I’ve been hearing the term ‘nacho’ frequently in conversations about step parenting, and I’m trying to understand its meaning. From what I understand, it relates to establishing boundaries and defining your role as a stepparent. I’m curious about how this concept plays out in everyday situations.
For those of you who are stepparents, how do you interpret ‘nacho’? Does it really mean allowing the biological parent to take the lead without overstepping?

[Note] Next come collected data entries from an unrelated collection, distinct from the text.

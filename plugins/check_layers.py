"""Built-in check ``layers``: nested head-model layers (inner skull, outer skull, scalp).

Target ``"layers"``: ``run(layers=tuple[Surface, ...], min_gap=0.002)`` with
the layers inside -> out. Per layer: closed (``mesh.open``) and outward
(``mesh.inverted``), since nesting is measured with winding numbers that
need both; the full mesh checks (target ``"surface"``) run separately and the
core merges duplicates. Per adjacent pair: order (``layers.order``: the outer
one sits inside the inner one), crossing (``layers.intersect``, naming the
inner vertices outside the outer layer and where they are) and the minimum
gap (``layers.too-close``, default 2 mm, common practice).
"""
from __future__ import annotations

import numpy as np

from prep import Check, Finding, Surface, hookimpl
from prep.geometry.layers import is_closed, nesting, signed_volume

SOURCE = "check layers"
SHOWN = 5  # vertices named in a message


def _where(surface: Surface, idx: np.ndarray) -> tuple[list[int], list[list[float]]]:
    pick = idx[:SHOWN]
    return pick.tolist(), np.round(surface.vertices[pick] * 1000, 1).tolist()


def _pair(inner: Surface, outer: Surface, min_gap: float) -> list[Finding]:
    nest = nesting(inner.vertices, inner.faces, outer.vertices, outer.faces)
    outside, outer_in = nest["outside"], nest["outer_inside"]
    names = (inner.role, outer.role)
    if len(outside) == len(inner.vertices) and len(outer_in) == len(outer.vertices):
        return [Finding(code="layers.order", severity="fail", subjects=names, source=SOURCE,
                        message=f"'{outer.role}' lies inside '{inner.role}': the layers are given in the "
                                f"wrong order (expected inside -> out)",
                        values={"inner_vertices_outside": int(len(outside))})]
    if len(outside) or len(outer_in):
        idx, pos = _where(inner, outside) if len(outside) else _where(outer, outer_in)
        which = f"{len(outside)} vertices of '{inner.role}' lie outside '{outer.role}'" if len(outside) else \
            f"{len(outer_in)} vertices of '{outer.role}' lie inside '{inner.role}'"
        return [Finding(code="layers.intersect", severity="fail", subjects=names, source=SOURCE,
                        message=f"'{inner.role}' and '{outer.role}' cross: {which}, e.g. vertex "
                                f"{idx[0]} at {pos[0]} mm",
                        values={"inner_outside": outside.tolist(), "outer_inside": outer_in.tolist(),
                                "first_vertices": idx, "first_positions_mm": pos})]
    if nest["min_gap"] < min_gap:
        gap = nest["gap"]
        close = np.flatnonzero(gap < min_gap)
        close = close[np.argsort(gap[close])]
        idx, pos = _where(inner, close)
        return [Finding(code="layers.too-close", severity="warn", subjects=names, source=SOURCE,
                        message=f"'{inner.role}' comes within {nest['min_gap'] * 1000:.2f} mm of "
                                f"'{outer.role}' at {len(close)} vertices (closest: vertex {idx[0]} at "
                                f"{pos[0]} mm); minimum gap {min_gap * 1000:.1f} mm",
                        values={"min_gap_m": nest["min_gap"], "vertices": close.tolist(),
                                "first_positions_mm": pos}, threshold=min_gap)]
    return []


def run(*, layers: tuple[Surface, ...], min_gap: float = 0.002) -> list[Finding]:
    """Findings for nested layers (inside -> out); see the module docstring."""
    findings: list[Finding] = []
    usable = []
    for s in layers:
        if not is_closed(s.faces):
            findings.append(Finding(code="mesh.open", severity="fail", subjects=(s.role,), source=SOURCE,
                                    message=f"layer '{s.role}' is not closed; nesting was not measured"))
            usable.append(False)
            continue
        vol = signed_volume(s.vertices, s.faces)
        if vol < 0:
            findings.append(Finding(code="mesh.inverted", severity="fail", subjects=(s.role,), source=SOURCE,
                                    message=f"layer '{s.role}' is oriented inward (volume {vol * 1e6:.1f} cm^3); "
                                            f"reverse its faces (headprep layers repairs this)",
                                    values={"signed_volume_m3": vol}))
        usable.append(True)
    for k in range(len(layers) - 1):
        if usable[k] and usable[k + 1]:
            findings.extend(_pair(layers[k], layers[k + 1], float(min_gap)))
    return findings


@hookimpl
def headprep_register_checks() -> list[Check]:
    return [Check(name="layers", target="layers", run=run, defaults={"min_gap": 0.002},
                  description="head-model layers closed, outward, nested in order, without crossing, "
                              "with a minimum gap")]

I can imagine it must be challenging to navigate family dynamics, especially regarding discipline and involvement with the kids.
Have any of you tried this approach? What worked for you, and what didn’t? I’d love to hear your stories!
‘Nacho’ can definitely be tricky! For me, it meant stepping back a bit during family activities and leaving decisions to my partner, especially when it came to discipline. It helped reduce tension and made the kids more comfortable. But sometimes, I found myself stepping in anyway because certain situations just felt wrong to ignore. It’s all about finding that balance, I guess.
Nacho parenting is all about letting the bio parent handle things without feeling like you have to step in all the time. It can definitely make things smoother, especially during discipline. In my experience, it helped to just focus on building a good relationship with the kids instead of trying to be the “parent.” What do you think? Would you feel comfortable with that approach?